**Exercise objective**
Check each line of the data for "update" and select those that have it.

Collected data
# # #
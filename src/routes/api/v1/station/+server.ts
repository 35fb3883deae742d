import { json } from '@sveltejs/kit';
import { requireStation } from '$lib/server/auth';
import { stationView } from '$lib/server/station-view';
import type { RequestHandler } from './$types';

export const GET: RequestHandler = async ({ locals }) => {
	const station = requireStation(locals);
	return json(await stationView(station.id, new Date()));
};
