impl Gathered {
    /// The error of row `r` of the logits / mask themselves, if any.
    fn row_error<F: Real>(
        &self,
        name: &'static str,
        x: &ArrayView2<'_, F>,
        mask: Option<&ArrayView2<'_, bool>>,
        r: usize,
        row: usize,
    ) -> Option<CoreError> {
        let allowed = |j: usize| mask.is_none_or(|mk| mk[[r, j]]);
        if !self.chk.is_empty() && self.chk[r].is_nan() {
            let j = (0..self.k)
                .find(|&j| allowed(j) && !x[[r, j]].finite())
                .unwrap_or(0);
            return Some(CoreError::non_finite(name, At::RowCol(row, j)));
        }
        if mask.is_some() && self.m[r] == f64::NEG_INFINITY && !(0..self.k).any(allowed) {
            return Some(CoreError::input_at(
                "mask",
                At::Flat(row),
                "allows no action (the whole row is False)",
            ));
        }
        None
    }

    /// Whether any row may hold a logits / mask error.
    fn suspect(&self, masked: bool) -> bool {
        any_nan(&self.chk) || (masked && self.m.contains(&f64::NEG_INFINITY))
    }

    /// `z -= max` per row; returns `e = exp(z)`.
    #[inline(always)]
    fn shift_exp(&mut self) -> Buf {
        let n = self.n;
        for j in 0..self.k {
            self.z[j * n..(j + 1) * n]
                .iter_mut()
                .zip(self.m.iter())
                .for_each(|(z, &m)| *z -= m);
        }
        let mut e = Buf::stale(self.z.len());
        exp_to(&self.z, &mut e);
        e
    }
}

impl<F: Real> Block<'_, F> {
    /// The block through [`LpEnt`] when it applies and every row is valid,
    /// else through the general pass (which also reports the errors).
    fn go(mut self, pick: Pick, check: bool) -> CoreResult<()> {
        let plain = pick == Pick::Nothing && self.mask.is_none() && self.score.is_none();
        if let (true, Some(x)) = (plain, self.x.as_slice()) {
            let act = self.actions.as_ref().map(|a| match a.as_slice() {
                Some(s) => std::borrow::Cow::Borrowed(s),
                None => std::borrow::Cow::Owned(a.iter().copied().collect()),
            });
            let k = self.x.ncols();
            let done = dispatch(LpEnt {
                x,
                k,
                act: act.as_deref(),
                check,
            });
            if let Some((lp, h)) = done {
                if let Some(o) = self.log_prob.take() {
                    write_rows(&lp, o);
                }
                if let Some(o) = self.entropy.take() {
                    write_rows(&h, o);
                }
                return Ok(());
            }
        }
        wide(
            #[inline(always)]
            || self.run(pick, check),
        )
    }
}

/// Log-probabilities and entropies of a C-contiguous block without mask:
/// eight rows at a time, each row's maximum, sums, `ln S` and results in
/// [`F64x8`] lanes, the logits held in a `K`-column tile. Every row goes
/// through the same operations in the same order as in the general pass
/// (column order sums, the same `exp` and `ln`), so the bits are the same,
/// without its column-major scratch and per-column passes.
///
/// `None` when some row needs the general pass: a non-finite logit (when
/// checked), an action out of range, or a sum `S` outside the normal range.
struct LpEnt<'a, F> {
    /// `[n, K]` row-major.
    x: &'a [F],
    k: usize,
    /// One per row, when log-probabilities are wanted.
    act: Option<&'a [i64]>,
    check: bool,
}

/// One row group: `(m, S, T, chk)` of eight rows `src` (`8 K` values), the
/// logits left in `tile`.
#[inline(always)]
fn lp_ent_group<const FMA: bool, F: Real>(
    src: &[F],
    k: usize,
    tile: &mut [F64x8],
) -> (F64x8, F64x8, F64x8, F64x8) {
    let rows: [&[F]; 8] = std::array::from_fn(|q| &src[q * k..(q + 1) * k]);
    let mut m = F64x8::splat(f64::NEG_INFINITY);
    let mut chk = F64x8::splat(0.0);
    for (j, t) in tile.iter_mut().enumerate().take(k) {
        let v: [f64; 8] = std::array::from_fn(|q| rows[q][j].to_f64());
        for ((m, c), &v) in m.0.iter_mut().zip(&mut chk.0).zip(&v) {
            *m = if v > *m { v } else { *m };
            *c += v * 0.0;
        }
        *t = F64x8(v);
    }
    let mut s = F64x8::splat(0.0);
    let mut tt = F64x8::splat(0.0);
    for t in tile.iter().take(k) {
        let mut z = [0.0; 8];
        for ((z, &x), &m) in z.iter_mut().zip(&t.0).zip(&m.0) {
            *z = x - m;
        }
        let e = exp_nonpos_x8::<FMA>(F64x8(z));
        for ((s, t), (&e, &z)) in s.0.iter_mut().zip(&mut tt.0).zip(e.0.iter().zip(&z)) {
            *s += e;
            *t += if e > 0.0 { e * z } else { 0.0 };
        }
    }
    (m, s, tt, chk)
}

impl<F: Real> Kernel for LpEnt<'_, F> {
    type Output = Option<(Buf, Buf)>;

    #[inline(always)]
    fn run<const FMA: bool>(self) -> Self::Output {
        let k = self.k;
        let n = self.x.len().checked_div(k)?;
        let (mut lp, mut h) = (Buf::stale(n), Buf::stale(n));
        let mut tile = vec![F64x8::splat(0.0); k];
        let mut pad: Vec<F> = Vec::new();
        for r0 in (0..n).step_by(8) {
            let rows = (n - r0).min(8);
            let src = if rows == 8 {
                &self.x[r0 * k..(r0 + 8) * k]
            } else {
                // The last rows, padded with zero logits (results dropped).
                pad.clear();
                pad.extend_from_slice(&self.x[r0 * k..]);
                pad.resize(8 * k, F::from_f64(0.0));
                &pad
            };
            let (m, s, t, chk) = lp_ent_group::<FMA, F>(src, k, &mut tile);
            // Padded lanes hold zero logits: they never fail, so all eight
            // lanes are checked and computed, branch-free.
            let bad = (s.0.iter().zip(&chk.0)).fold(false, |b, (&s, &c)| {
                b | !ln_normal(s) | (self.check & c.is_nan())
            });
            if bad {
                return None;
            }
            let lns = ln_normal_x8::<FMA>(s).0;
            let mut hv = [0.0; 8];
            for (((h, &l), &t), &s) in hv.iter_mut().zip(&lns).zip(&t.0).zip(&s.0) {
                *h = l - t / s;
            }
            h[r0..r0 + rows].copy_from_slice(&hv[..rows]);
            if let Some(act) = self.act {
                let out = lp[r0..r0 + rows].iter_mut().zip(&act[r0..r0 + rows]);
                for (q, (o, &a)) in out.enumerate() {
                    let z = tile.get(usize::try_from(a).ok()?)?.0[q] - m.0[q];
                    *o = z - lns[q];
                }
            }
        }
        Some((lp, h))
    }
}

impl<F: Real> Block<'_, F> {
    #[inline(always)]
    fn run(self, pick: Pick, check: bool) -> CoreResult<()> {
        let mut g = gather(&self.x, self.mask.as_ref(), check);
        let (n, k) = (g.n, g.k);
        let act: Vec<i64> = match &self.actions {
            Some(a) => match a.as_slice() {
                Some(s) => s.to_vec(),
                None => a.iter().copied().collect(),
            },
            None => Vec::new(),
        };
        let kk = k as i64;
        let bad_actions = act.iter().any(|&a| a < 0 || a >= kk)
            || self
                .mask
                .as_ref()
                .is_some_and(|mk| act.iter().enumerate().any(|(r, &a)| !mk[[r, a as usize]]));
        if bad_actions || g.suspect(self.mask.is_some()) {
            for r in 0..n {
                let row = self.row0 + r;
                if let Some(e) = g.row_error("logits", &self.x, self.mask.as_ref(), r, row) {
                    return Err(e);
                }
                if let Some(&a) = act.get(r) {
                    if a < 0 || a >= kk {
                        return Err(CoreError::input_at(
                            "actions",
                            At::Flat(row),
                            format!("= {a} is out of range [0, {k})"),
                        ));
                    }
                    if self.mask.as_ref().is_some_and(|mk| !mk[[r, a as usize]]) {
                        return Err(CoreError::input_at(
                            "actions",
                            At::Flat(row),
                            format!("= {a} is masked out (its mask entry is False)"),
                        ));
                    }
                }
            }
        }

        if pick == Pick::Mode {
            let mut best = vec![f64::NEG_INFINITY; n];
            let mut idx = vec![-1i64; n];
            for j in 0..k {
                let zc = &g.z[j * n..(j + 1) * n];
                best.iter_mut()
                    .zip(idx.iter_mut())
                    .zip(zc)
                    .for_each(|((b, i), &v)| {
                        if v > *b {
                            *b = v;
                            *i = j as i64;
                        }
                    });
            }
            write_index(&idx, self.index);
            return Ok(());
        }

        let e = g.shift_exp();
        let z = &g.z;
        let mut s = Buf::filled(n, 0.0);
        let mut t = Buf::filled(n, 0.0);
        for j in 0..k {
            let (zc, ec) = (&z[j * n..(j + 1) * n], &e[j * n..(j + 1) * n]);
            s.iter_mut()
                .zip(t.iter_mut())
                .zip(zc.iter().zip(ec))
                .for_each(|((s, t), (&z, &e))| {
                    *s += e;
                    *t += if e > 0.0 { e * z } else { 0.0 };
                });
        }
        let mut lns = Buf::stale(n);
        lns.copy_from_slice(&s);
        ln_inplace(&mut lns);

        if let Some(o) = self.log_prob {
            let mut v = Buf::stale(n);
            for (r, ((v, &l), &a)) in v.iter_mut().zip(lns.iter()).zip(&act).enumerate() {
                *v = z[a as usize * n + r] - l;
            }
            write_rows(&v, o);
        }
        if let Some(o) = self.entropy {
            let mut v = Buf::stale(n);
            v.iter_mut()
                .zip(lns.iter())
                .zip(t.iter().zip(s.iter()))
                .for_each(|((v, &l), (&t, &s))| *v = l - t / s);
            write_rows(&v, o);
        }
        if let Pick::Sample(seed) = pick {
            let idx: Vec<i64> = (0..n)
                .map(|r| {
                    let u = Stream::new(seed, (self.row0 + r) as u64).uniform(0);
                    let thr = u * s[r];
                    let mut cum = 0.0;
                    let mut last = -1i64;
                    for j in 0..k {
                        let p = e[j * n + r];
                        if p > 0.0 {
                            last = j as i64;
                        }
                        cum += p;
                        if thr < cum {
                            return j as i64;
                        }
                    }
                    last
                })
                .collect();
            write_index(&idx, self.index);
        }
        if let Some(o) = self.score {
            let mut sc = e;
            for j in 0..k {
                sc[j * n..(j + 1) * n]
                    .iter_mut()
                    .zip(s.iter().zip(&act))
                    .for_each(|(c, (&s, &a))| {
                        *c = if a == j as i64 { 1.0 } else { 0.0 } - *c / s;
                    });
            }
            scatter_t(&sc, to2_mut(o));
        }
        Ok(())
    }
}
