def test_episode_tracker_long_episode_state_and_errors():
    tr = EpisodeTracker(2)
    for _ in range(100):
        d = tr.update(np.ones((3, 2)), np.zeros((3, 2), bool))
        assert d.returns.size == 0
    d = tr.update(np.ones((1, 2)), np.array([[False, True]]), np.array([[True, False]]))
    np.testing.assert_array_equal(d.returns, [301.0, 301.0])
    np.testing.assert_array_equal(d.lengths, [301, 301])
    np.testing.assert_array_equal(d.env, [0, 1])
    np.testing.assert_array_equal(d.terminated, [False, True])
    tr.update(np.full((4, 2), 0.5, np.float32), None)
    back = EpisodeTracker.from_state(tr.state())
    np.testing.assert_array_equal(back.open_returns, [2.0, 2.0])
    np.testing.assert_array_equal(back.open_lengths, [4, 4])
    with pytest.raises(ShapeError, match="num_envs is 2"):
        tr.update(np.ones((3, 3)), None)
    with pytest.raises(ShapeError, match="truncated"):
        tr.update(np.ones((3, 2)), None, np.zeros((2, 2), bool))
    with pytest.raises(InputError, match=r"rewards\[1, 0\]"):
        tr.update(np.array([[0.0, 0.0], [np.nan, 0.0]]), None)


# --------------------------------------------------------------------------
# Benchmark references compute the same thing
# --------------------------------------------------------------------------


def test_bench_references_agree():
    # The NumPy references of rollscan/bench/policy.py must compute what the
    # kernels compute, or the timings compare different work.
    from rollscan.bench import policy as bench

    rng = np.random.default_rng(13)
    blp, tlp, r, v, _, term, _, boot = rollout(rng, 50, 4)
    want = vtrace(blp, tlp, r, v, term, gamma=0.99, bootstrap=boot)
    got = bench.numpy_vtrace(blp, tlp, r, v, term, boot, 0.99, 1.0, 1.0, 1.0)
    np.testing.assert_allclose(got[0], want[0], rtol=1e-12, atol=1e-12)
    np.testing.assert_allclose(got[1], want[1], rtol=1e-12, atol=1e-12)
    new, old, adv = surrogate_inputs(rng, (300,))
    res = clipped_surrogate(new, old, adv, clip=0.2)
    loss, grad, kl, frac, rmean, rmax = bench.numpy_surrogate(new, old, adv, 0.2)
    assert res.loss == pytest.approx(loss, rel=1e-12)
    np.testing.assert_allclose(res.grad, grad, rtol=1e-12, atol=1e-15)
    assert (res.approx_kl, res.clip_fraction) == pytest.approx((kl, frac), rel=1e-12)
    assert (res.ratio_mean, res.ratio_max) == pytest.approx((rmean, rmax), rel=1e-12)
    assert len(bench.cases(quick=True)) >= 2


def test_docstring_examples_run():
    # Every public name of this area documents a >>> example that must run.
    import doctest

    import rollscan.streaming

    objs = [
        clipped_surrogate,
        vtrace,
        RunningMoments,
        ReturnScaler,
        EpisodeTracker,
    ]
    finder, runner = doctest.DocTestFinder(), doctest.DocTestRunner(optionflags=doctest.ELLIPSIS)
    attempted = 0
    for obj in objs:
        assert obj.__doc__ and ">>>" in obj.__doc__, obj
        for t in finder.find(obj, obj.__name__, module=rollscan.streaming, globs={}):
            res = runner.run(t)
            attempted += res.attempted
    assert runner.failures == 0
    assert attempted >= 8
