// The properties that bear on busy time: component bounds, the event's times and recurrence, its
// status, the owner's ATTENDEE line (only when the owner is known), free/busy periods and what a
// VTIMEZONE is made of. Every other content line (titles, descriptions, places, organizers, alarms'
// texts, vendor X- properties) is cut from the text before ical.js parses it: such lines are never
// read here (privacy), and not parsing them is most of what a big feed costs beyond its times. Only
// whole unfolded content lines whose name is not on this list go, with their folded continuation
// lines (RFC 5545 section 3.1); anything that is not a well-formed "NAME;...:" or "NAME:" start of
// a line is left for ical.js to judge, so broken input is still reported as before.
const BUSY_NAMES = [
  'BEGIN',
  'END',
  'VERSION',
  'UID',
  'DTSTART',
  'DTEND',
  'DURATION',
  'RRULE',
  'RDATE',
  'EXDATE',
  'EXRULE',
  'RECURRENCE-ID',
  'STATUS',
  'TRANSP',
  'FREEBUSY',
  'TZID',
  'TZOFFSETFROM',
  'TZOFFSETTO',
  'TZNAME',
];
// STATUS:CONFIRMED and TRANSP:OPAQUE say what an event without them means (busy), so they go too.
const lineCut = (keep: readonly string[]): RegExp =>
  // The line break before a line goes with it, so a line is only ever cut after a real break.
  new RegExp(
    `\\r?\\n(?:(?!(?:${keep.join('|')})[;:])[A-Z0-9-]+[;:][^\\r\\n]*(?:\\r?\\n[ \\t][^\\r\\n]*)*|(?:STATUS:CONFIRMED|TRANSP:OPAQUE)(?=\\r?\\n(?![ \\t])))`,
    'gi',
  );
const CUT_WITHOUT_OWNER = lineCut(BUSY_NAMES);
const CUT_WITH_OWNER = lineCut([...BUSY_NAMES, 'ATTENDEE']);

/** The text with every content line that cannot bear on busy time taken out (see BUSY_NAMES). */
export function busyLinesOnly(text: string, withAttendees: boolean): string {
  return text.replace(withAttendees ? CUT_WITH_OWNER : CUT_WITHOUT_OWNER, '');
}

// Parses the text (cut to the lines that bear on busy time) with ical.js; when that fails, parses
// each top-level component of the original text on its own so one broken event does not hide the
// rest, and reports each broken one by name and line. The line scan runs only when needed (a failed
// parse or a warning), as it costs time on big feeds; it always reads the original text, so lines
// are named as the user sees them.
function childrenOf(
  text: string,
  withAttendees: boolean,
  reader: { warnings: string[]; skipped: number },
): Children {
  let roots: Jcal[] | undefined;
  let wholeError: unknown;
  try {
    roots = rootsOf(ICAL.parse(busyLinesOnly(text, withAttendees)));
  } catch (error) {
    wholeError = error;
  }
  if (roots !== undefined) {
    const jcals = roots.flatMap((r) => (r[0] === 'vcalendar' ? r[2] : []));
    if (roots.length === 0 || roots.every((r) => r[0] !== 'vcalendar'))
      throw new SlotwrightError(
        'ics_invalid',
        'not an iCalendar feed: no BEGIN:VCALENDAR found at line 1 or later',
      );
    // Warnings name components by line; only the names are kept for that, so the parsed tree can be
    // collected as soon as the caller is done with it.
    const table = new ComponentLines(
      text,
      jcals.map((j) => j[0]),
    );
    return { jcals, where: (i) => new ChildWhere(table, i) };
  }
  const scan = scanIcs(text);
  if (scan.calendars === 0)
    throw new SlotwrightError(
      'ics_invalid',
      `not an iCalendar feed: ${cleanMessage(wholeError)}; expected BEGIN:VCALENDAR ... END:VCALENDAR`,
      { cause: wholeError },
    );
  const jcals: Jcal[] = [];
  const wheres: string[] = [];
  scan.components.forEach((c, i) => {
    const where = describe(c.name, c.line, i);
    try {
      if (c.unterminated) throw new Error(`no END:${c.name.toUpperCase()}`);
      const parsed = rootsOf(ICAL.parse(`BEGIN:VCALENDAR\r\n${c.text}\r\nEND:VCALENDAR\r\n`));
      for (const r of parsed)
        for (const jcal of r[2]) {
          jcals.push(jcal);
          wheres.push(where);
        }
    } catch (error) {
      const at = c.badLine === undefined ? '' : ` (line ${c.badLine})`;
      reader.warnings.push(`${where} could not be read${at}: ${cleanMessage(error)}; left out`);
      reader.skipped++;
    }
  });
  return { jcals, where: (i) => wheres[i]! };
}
# # #
**Answer to this task**
        d = tr.update(np.ones((3, 2)), np.zeros((3, 2), bool))
    d = tr.update(np.ones((1, 2)), np.array([[False, True]]), np.array([[True, False]]))
    tr.update(np.full((4, 2), 0.5, np.float32), None)
        tr.update(np.ones((3, 3)), None)
        tr.update(np.ones((3, 2)), None, np.zeros((2, 2), bool))
        tr.update(np.array([[0.0, 0.0], [np.nan, 0.0]]), None)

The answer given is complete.